> [To do]:
From the listing below, output only the lines starting at the line that has "pixels of the" and ending at the line that has "that were followed", exactly as they appear, ends included.

=== Begin Enclosure ===

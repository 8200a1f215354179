package recurrence

import (
	"fmt"
	"math"
	"math/rand/v2"
	"testing"
)

// slow is the definition of Marwan et al. 2007 followed to the letter on a whole
// matrix.
type slow struct {
	n, m           int
	r              [][]bool
	points, pairs  int
	diag, vert     map[int]int
	gap1, gap2     []int
	lagPts, lagAll []int
}

func slowPlot(kind string, opt Options, eps []float64, a []Vectors, b []Vectors) *slow {
	s := &slow{n: a[0].N, m: b[0].N, diag: map[int]int{}, vert: map[int]int{}}
	s.lagPts, s.lagAll = make([]int, s.n), make([]int, s.n)
	s.r = make([][]bool, s.n)
	for i := range s.r {
		s.r[i] = make([]bool, s.m)
		for j := range s.r[i] {
			if kind != "cross" && max(i-j, j-i) < opt.Theiler {
				continue
			}
			near, both := true, true
			for k := range a {
				d := opt.Norm.Distance(a[k].State(i), b[k].State(j))
				for _, x := range append(append([]float64{}, a[k].State(i)...), b[k].State(j)...) {
					if math.IsNaN(x) {
						both = false
					}
				}
				near = near && both && d <= eps[k]
			}
			s.r[i][j] = near && both
			if both {
				s.pairs++
				if j >= i && kind != "cross" {
					s.lagAll[j-i]++
				}
			}
			if s.r[i][j] {
				s.points++
				if j >= i && kind != "cross" {
					s.lagPts[j-i]++
				}
			}
		}
	}
	at := func(i, j int) bool { return i >= 0 && j >= 0 && i < s.n && j < s.m && s.r[i][j] }
	for i := range s.n {
		for j := range s.m {
			if at(i, j) && !at(i-1, j-1) {
				l := 0
				for at(i+l, j+l) {
					l++
				}
				s.diag[l]++
			}
		}
	}
	for j := range s.m {
		last, begin := -1, -1
		for i := 0; i < s.n; i++ {
			// The band parts a column: what lies before and after it is not joined.
			if kind != "cross" && i == j {
				last, begin = -1, -1
			}
			if !at(i, j) {
				continue
			}
			if last >= 0 {
				s.gap1 = append(s.gap1, i-last)
			}
			if !at(i-1, j) {
				if begin >= 0 {
					s.gap2 = append(s.gap2, i-begin)
				}
				begin = i
				l := 0
				for at(i+l, j) {
					l++
				}
				s.vert[l]++
			}
			last = i
		}
	}
	return s
}

func (s *slow) numbers(lmin, vmin int) numbers {
	var out numbers
	mean := func(x []int) float64 {
		t := 0
		for _, v := range x {
			t += v
		}
		return float64(t) / float64(len(x))
	}
	lines := func(p map[int]int, least int) (share, length, entropy float64) {
		long, all, n := 0, 0, 0
		for l, c := range p {
			all += l * c
			if l >= least {
				long += l * c
				n += c
			}
		}
		for l, c := range p {
			if l >= least {
				q := float64(c) / float64(n)
				entropy -= q * math.Log(q)
			}
		}
		if all > 0 {
			share = float64(long) / float64(all)
		}
		return share, float64(long) / float64(n), entropy
	}
	out[rr] = float64(s.points) / float64(s.pairs)
	out[det], out[meanLine], out[entropy] = lines(s.diag, lmin)
	out[lam], out[trapping], _ = lines(s.vert, vmin)
	out[return1], out[return2] = mean(s.gap1), mean(s.gap2)
	return out
}

func longestOf(p map[int]int) int {
	top := 0
	for l := range p {
		top = max(top, l)
	}
	return top
}

// wander is a noisy oscillation, so that lines of all kinds and lengths occur.
func wander(rng *rand.Rand, n, dim int, missing float64) Vectors {
	v := Vectors{N: n, Dim: dim, Step: 0.5, Start: 3, X: make([]float64, n*dim)}
	w, drift := 0.1+0.3*rng.Float64(), 0.0
	for i := range n {
		drift = 0.9*drift + 0.1*rng.NormFloat64()
		for k := range dim {
			v.X[i*dim+k] = math.Sin(w*float64(i)+float64(k)) + drift
			if i%7 == 3 {
				v.X[i*dim+k] = math.Round(4*v.X[i*dim+k]) / 4 // ties
			}
			if rng.Float64() < missing {
				v.X[i*dim+k] = math.NaN()
			}
		}
	}
	return v
}

// Everything against the slow computation, over norms, sizes, bands, missing
// states and kinds.
func TestAgainstSlow(t *testing.T) {
	rng := rand.New(rand.NewPCG(1, 2))
	for trial := range 120 {
		n, m, dim := 20+rng.IntN(330), 20+rng.IntN(330), 1+rng.IntN(3)
		if trial%10 == 0 {
			n = 64 * (1 + rng.IntN(4)) // the edges of words and strips
			m = 64
		}
		opt := Options{
			Norm: Norm(rng.IntN(3)), Threshold: 0.1 + rng.Float64(), Theiler: 1 + rng.IntN(5),
			LMin: 2 + rng.IntN(3), VMin: 2 + rng.IntN(3), Workers: 1 + rng.IntN(3), Map: 16,
		}
		gone := 0.0
		if trial%3 == 0 {
			gone = 0.02
		}
		a, b := wander(rng, n, dim, gone), wander(rng, m, dim, gone)
		same := wander(rng, n, dim, gone)
		eps := []float64{opt.Threshold, opt.Threshold}
		for _, kind := range []string{"auto", "cross", "joint"} {
			var p *Plot
			var err error
			var want *slow
			switch kind {
			case "auto":
				p, err = Auto(a, opt)
				want = slowPlot(kind, opt, eps, []Vectors{a}, []Vectors{a})
			case "cross":
				p, err = Cross(a, b, opt)
				want = slowPlot(kind, opt, eps, []Vectors{a}, []Vectors{b})
			case "joint":
				p, err = Joint(opt, a, same)
				want = slowPlot(kind, opt, eps, []Vectors{a, same}, []Vectors{a, same})
			}
			if err != nil {
				t.Fatal(err)
			}
			where := fmt.Sprintf("trial %d %s n=%d m=%d dim=%d norm=%d eps=%.3f band=%d", trial, kind, n, m, dim, opt.Norm, opt.Threshold, opt.Theiler)
			w := want.numbers(opt.LMin, opt.VMin)
			g := p.Measures
			got := numbers{g.RR.V, g.DET.V, g.L.V / 0.5, g.ENTR.V, g.LAM.V, g.TT.V / 0.5, g.T1.V / 0.5, g.T2.V / 0.5}
			if int(p.Points) != want.points {
				t.Fatalf("%s: %d points, want %d", where, p.Points, want.points)
			}
			for q := range got {
				if !(math.Abs(got[q]-w[q]) < 1e-9*(1+math.Abs(w[q])) || math.IsNaN(got[q]) && math.IsNaN(w[q])) {
					t.Fatalf("%s: measure %d is %v, want %v", where, q, got[q], w[q])
				}
			}
			if l, v := longestOf(want.diag), longestOf(want.vert); g.LMax.V != 0.5*float64(l) || g.VMax.V != 0.5*float64(v) {
				t.Fatalf("%s: longest lines %v and %v s, want %d and %d samples", where, g.LMax.V, g.VMax.V, l, v)
			}
			for d, share := range p.Lag {
				if d < opt.Theiler || want.lagAll[d] == 0 {
					continue
				}
				if e := float64(want.lagPts[d]) / float64(want.lagAll[d]); math.Abs(share-e) > 1e-12 {
					t.Fatalf("%s: recurrence rate at lag %d is %v, want %v", where, d, share, e)
				}
			}
			checkMap(t, where, p, want)
		}
	}
}

// checkMap holds the picture to the matrix, cell by cell.
func checkMap(t *testing.T, where string, p *Plot, want *slow) {
	t.Helper()
	count, size := make([]int, p.Map.Rows*p.Map.Cols), make([]int, p.Map.Rows*p.Map.Cols)
	for i := range want.n {
		for j := range want.m {
			c := i*p.Map.Rows/want.n*p.Map.Cols + j*p.Map.Cols/want.m
			size[c]++
			if want.r[i][j] || p.Kind != "cross" && i == j {
				count[c]++
			}
		}
	}
	for c, n := range count {
		if e := float32(n) / float32(size[c]); math.Abs(float64(e-p.Map.Density[c])) > 1e-6 {
			t.Fatalf("%s: cell %d of the picture is %v, want %v", where, c, p.Map.Density[c], e)
		}
	}
}
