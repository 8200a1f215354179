// Package shake measures the camera's own motion, and a base that rocks. What
// comes in: frames of a clip (track/clip), the rig's marks, and where bobs are.
// What goes out: how the still background moved, turned and grew over time, how
// the marks moved, and what to say about it. Units: seconds, pixels of the
// upright picture (u right, v down), radians clockwise as seen.
package shake

import (
	"image"

	"lodeswing/track/clip"
	"lodeswing/track/rig"
)

// Motion is how the background lay in one frame against the first observed one:
// a background point at c+d (c the picture's centre) is found at
// c + (DU, DV) + (1+Zoom)·R(Turn)·d.
type Motion struct {
	Frame  int     `json:"frame"`
	T      float64 `json:"t_s"`
	DU     float64 `json:"du_px"`
	DV     float64 `json:"dv_px"`
	Turn   float64 `json:"turn_rad"`
	Zoom   float64 `json:"zoom"`
	U      float64 `json:"u_px"` // standard uncertainty of DU and of DV
	Used   int     `json:"patches"`
	Spread float64 `json:"spread_px"` // r.m.s. of the patches' own shifts about this motion: warping
}

// MarkMotion is one of the rig's marks over the observed frames.
type MarkMotion struct {
	Name string    `json:"name"`
	On   string    `json:"on"`
	T    []float64 `json:"t_s"`
	U    []float64 `json:"u_px"`
	V    []float64 `json:"v_px"` // NaN where it was not found
}

// Report is what a Watch saw.
type Report struct {
	Patches int          `json:"patches"` // still patches that were followed
	Motions []Motion     `json:"motions"`
	Marks   []MarkMotion `json:"marks,omitempty"`

	MovePX  float64 `json:"move_px"`  // half of the largest distance the background moved from its mean place
	TurnRad float64 `json:"turn_rad"` // half of peak to peak
	Zoom    float64 `json:"zoom"`     // slow change of scale over the clip, peak to peak
	WarpPX  float64 `json:"warp_px"`  // r.m.s. warping beyond the measurement's own noise

	RockPX       float64  `json:"rock_px"`       // r.m.s. motion of the base's marks against the stand's (or the background); 0 when no mark on the base
	URockPX      float64  `json:"u_rock_px"`     // what of it the measurement's noise explains
	RockMeasured bool     `json:"rock_measured"` // a mark on the base and one on the stand, or the background, were followed
	Why          string   `json:"why,omitempty"` // why nothing was measured
	Cautions     []string `json:"cautions,omitempty"`
}

// Watch follows still patches of the background and the rig's marks through
// some frames of a clip.
type Watch struct {
	facts *clip.Facts
	marks []rig.Mark
	avoid []image.Rectangle
	every int
}

// New returns a Watch for the clip. marks are the rig's; avoid holds rectangles
// (upright pixels) in which bobs and other moving things are, and may be nil.
func New(facts *clip.Facts, marks []rig.Mark, avoid []image.Rectangle) *Watch {
	w := &Watch{facts: facts, marks: marks, avoid: avoid, every: 1}
	if facts.TrueRate > 5 {
		w.every = int(facts.TrueRate / 5)
	}
	return w
}

// Wants tells whether Observe would look at the frame of this index.
func (w *Watch) Wants(index int) bool { return index%w.every == 0 }

// Observe looks at a frame, cheaply, and does nothing for frames that it does
// not want. Frames come in order.
func (w *Watch) Observe(f *clip.Frame) {}

// Report sums up what was seen so far.
func (w *Watch) Report() *Report { return &Report{Why: "no frame was observed"} }

// RockCaution returns the caution that is due when the base moves by more than
// 0.5 % of a bob's motion (r.m.s. in pixels), and the ratio of the two; the
// words are empty when none is due.
func (r *Report) RockCaution(bobMotionPX float64) (ratio float64, words string) { return 0, "" }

=== End Enclosure ===

> [Written response]:
// the marks moved, and what to say about it. Units: seconds, pixels of the
// upright picture (u right, v down), radians clockwise as seen.
package shake

import (
	"image"

	"lodeswing/track/clip"
	"lodeswing/track/rig"
)

// Motion is how the background lay in one frame against the first observed one:
// a background point at c+d (c the picture's centre) is found at
// c + (DU, DV) + (1+Zoom)·R(Turn)·d.
type Motion struct {
	Frame  int     `json:"frame"`
	T      float64 `json:"t_s"`
	DU     float64 `json:"du_px"`
	DV     float64 `json:"dv_px"`
	Turn   float64 `json:"turn_rad"`
	Zoom   float64 `json:"zoom"`
	U      float64 `json:"u_px"` // standard uncertainty of DU and of DV
	Used   int     `json:"patches"`
	Spread float64 `json:"spread_px"` // r.m.s. of the patches' own shifts about this motion: warping
}

// MarkMotion is one of the rig's marks over the observed frames.
type MarkMotion struct {
	Name string    `json:"name"`
	On   string    `json:"on"`
	T    []float64 `json:"t_s"`
	U    []float64 `json:"u_px"`
	V    []float64 `json:"v_px"` // NaN where it was not found
}

// Report is what a Watch saw.
type Report struct {
	Patches int          `json:"patches"` // still patches that were followed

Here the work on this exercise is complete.